What to do — Everything in the data below is left aside except the lines from the one containing "filename src/features/protectors/data-fields.test.tsx" through the one containing "28, fewDb: null"; repeat those exactly.
+++ Given records
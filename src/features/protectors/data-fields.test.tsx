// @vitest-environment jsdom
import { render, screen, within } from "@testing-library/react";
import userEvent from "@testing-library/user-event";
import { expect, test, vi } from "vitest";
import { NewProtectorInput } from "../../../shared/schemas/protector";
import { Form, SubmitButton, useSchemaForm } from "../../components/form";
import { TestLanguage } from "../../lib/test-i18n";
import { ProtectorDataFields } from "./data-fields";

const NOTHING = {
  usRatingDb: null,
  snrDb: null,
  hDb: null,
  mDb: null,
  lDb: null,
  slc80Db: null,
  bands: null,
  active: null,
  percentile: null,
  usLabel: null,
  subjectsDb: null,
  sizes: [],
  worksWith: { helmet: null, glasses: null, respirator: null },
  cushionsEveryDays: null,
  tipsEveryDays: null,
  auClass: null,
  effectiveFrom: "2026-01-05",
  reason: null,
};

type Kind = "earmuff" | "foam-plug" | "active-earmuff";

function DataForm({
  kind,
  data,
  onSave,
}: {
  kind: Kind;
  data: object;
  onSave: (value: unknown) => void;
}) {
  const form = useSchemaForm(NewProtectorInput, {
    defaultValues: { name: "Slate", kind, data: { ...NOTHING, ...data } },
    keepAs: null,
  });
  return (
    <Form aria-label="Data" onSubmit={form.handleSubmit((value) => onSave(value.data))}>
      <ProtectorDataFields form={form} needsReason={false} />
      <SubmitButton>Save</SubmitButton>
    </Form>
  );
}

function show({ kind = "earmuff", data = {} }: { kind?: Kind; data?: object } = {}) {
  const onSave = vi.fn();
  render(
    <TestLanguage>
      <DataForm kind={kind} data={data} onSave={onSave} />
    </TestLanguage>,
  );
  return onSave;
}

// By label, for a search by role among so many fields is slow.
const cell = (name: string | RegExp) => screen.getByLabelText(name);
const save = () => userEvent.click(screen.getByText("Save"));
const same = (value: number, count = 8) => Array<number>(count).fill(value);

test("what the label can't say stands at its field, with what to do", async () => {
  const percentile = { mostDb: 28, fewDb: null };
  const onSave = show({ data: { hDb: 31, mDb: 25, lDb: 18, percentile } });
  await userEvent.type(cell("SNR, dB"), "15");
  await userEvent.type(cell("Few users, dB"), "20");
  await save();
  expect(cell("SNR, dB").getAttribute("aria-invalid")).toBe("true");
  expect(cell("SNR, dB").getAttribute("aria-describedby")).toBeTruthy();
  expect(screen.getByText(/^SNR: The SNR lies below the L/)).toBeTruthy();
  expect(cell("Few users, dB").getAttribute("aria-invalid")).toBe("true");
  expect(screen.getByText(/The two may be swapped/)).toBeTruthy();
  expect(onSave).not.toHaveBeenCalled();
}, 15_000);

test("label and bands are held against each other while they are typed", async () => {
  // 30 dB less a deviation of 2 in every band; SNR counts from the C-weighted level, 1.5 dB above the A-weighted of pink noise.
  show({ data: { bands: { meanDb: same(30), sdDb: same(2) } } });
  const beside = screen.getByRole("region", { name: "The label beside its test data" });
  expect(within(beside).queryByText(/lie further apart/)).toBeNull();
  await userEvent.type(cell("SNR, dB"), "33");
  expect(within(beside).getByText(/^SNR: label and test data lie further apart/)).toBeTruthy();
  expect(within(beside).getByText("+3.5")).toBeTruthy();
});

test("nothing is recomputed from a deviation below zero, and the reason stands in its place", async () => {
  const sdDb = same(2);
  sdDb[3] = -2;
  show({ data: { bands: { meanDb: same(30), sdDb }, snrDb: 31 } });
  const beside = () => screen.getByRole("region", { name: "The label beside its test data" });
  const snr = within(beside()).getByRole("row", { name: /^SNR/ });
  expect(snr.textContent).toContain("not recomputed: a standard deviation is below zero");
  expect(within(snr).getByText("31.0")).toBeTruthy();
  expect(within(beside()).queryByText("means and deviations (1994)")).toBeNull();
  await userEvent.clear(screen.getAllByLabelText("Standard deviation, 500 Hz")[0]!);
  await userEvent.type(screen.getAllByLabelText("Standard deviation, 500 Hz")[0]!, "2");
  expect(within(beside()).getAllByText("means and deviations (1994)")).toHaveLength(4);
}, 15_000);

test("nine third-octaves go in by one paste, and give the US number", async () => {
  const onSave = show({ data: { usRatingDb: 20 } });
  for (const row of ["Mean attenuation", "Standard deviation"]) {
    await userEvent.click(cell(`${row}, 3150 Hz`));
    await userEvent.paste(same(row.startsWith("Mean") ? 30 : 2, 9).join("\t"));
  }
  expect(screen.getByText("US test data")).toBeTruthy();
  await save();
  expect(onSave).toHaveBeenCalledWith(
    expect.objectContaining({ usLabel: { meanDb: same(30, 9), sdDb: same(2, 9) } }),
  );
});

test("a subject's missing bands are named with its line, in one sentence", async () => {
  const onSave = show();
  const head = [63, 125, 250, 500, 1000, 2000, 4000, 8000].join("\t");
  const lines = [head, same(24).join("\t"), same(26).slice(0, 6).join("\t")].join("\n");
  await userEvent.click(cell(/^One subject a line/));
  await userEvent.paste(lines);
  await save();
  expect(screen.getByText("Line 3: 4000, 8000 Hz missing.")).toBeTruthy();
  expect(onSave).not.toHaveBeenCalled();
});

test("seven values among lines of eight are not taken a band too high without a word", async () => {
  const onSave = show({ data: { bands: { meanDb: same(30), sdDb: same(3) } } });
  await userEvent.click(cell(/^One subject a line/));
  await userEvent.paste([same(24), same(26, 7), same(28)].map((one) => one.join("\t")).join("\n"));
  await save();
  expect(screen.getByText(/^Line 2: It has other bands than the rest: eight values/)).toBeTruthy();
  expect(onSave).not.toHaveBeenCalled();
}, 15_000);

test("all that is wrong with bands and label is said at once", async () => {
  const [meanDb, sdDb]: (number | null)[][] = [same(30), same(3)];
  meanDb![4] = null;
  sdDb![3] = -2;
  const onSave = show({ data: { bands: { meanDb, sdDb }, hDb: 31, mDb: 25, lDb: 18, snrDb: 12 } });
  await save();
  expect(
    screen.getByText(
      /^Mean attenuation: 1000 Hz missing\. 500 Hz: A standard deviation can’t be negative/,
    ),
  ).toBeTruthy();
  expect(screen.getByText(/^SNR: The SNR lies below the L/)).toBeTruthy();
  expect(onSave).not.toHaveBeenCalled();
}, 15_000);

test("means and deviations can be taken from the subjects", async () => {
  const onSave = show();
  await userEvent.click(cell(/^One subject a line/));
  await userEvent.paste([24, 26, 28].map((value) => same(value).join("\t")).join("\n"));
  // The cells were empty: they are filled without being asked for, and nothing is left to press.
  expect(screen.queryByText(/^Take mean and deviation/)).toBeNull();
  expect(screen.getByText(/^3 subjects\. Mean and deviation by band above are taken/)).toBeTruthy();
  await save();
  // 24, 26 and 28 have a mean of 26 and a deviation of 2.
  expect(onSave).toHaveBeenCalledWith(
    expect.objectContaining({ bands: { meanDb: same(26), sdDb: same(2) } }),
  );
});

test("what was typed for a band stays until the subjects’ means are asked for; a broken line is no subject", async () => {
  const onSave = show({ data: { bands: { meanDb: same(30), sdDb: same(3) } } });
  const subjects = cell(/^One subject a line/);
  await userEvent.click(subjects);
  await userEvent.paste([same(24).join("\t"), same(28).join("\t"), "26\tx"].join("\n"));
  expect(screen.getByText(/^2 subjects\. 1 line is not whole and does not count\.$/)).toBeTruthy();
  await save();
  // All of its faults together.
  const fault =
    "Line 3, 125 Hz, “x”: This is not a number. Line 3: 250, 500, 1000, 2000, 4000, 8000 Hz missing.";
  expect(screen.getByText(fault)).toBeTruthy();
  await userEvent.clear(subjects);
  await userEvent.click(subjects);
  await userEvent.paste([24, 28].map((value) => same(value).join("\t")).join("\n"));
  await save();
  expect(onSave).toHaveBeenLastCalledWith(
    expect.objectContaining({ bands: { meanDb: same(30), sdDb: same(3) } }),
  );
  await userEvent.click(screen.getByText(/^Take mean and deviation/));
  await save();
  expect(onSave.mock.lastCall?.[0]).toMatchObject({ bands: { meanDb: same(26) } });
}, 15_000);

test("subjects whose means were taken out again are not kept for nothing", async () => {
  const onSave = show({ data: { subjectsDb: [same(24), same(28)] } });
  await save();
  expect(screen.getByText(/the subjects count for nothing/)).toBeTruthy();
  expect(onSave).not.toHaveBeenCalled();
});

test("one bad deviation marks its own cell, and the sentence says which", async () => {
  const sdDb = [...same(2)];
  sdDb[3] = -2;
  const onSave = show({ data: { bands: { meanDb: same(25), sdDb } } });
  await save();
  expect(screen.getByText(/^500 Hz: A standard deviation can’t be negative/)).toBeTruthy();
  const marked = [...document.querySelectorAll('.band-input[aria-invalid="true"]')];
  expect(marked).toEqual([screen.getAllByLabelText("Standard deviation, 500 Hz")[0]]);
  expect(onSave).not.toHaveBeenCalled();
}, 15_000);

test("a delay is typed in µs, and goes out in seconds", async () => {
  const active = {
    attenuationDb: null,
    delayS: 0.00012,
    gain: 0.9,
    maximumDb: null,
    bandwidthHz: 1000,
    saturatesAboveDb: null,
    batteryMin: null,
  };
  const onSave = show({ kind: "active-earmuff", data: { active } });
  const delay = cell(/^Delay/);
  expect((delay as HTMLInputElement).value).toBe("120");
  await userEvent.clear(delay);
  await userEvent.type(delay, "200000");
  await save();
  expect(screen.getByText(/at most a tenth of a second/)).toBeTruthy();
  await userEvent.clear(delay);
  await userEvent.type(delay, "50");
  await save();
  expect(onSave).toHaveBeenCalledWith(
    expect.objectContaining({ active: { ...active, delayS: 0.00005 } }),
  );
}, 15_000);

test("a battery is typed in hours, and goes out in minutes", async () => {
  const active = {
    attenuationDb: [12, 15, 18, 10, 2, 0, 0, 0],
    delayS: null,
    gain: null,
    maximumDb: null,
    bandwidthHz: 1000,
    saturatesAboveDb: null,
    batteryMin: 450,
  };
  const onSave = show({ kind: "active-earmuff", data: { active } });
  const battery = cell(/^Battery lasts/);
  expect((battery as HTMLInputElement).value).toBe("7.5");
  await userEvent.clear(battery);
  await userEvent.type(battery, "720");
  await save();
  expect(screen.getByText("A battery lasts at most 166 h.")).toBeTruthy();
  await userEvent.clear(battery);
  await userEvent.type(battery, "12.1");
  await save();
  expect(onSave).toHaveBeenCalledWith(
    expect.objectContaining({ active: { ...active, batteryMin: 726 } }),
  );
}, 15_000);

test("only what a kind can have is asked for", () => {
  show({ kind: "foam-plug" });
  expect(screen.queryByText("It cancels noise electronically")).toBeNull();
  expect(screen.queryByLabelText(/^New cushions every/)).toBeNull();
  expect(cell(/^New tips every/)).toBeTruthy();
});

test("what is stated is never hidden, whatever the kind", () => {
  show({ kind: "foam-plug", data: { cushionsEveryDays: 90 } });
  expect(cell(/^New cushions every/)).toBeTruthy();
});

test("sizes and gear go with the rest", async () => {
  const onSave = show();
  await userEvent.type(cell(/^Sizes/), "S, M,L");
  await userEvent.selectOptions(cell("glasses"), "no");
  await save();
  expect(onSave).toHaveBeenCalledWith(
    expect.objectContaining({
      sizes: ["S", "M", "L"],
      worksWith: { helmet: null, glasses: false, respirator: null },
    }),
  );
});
++++++
+++ Given records
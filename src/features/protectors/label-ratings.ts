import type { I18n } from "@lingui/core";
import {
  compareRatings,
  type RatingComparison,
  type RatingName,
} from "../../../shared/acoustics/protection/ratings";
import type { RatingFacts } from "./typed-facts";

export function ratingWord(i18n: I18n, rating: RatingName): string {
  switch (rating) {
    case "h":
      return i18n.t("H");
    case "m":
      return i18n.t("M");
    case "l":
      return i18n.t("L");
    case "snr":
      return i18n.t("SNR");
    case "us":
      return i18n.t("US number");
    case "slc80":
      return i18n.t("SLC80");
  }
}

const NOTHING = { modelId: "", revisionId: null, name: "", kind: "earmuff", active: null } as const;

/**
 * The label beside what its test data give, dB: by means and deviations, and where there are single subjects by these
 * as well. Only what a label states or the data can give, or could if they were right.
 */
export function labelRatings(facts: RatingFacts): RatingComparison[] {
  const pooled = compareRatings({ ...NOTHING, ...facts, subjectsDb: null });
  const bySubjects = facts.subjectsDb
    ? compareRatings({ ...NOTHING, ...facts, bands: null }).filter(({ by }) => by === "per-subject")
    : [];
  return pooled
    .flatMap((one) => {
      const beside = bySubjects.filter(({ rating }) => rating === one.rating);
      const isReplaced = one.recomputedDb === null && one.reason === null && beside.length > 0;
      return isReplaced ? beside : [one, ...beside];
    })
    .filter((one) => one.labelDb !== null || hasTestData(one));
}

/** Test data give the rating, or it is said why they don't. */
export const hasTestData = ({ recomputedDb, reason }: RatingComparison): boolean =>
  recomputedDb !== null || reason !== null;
++++++
Solution to this task —
filename src/features/protectors/data-fields.test.tsx
// @vitest-environment jsdom
import { render, screen, within } from "@testing-library/react";
import userEvent from "@testing-library/user-event";
import { expect, test, vi } from "vitest";
import { NewProtectorInput } from "../../../shared/schemas/protector";
import { Form, SubmitButton, useSchemaForm } from "../../components/form";
import { TestLanguage } from "../../lib/test-i18n";
import { ProtectorDataFields } from "./data-fields";

const NOTHING = {
  usRatingDb: null,
  snrDb: null,
  hDb: null,
  mDb: null,
  lDb: null,
  slc80Db: null,
  bands: null,
  active: null,
  percentile: null,
  usLabel: null,
  subjectsDb: null,
  sizes: [],
  worksWith: { helmet: null, glasses: null, respirator: null },
  cushionsEveryDays: null,
  tipsEveryDays: null,
  auClass: null,
  effectiveFrom: "2026-01-05",
  reason: null,
};

type Kind = "earmuff" | "foam-plug" | "active-earmuff";

function DataForm({
  kind,
  data,
  onSave,
}: {
  kind: Kind;
  data: object;
  onSave: (value: unknown) => void;
}) {
  const form = useSchemaForm(NewProtectorInput, {
    defaultValues: { name: "Slate", kind, data: { ...NOTHING, ...data } },
    keepAs: null,
  });
  return (
    <Form aria-label="Data" onSubmit={form.handleSubmit((value) => onSave(value.data))}>
      <ProtectorDataFields form={form} needsReason={false} />
      <SubmitButton>Save</SubmitButton>
    </Form>
  );
}

function show({ kind = "earmuff", data = {} }: { kind?: Kind; data?: object } = {}) {
  const onSave = vi.fn();
  render(
    <TestLanguage>
      <DataForm kind={kind} data={data} onSave={onSave} />
    </TestLanguage>,
  );
  return onSave;
}

// By label, for a search by role among so many fields is slow.
const cell = (name: string | RegExp) => screen.getByLabelText(name);
const save = () => userEvent.click(screen.getByText("Save"));
const same = (value: number, count = 8) => Array<number>(count).fill(value);

test("what the label can't say stands at its field, with what to do", async () => {
  const percentile = { mostDb: 28, fewDb: null };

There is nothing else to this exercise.